大人になってからも、子供が生まれた時も、子供が修学旅行に行く時も、私は自責の念に駆られた。Aくんと彼のご家族にただただ申し訳なく思った。
現在の仕事を始めてからも、もしあの時に戻れたらあのような非常識な言動はしないのに、と考えていた。しかし利用者さん方のことを少しずつだが知り始めたある日、その考えが変化しつつあることに私は気がついた。もし戻れたら、私はAくんのことをもっと知ろうとするだろう。Aくんは何が好きだったのだろう。同級生の皆は、どうやってコミュニケーションを取っていたのだろう。そんなふうに彼のことを知り、関わっていればあのような不謹慎なことなど考えもしなかっただろうにと思う。

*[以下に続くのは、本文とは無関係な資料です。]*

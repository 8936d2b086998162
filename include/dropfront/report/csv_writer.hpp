#pragma once
#include <initializer_list>
#include <optional>
#include <string>
#include <string_view>
#include <vector>

namespace dropfront::report {

/// Lines of comma-separated values (RFC 4180 quoting, line feeds). Absent numbers are empty cells.
class CsvWriter {
 public:
  explicit CsvWriter(const std::vector<std::string>& header);
  CsvWriter& cell(std::string_view text);
  CsvWriter& cell(double number);
  CsvWriter& cell(const std::optional<double>& number);
  void end_row();
  std::string take() { return std::move(text_); }

 private:
  std::string text_;
  bool row_empty_ = true;
};

}  // namespace dropfront::report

今となっては、私がAくんと関わりをもつことはもう二度と叶わない。悔やんでも悔やみきれないが、目の前の利用者さん方に向き合い、自分が今やれることを精一杯するほかないのである。
「融通無碍」という言葉がある。元々は仏教用語であり、「宇宙の万物万象は、それぞれが孤立したものではなく、お互いに影響し合いながら調和を生み出している、そして何の障りもなく物事が滞ることがない」という意味である。私は、これは目指すべき未来の世の中そのものであるように思う。
悩みがあっても、障害があっても、決して一人ではない。皆が当たり前に関わり合い影響を与え合いながら、かつ自由に生きていくことができたらどんなに素晴らしいだろう。
施設内でさまざまな障害をもつ利用者さんと共に日々を過ごしているうち、自分にとって障害は身近で、決して他人事ではないのだと認識するようになった。またその過程で、今まで気づかずにいた障害に対する世間一般の対応について考えることも増えた。
例えば「車椅子に乗った人が段差を越えられなくて困るので段差をなくしましょう」という障害の社会モデルの説明が頻繁に使用されているが、本当になくす必要があるのは〈段差〉ではなく、障害のある人に対する世間の〈偏った観点や認識〉かもしれない。彼らを生き辛くしている真の「障害」は、恐らく私達の潜在意識だと日々私は考えている。
世の中にはさまざまな障害を持った人がいる。昨日までは他人事だったかもしれない。しかし、今日もしなんらかの障害がある人に出会ったら、どうか意識を素通りさせないでほしいと思う。皆で意識し自分事にしていくことが、共生を目指す世の中を創るために必要であると私は強く思う。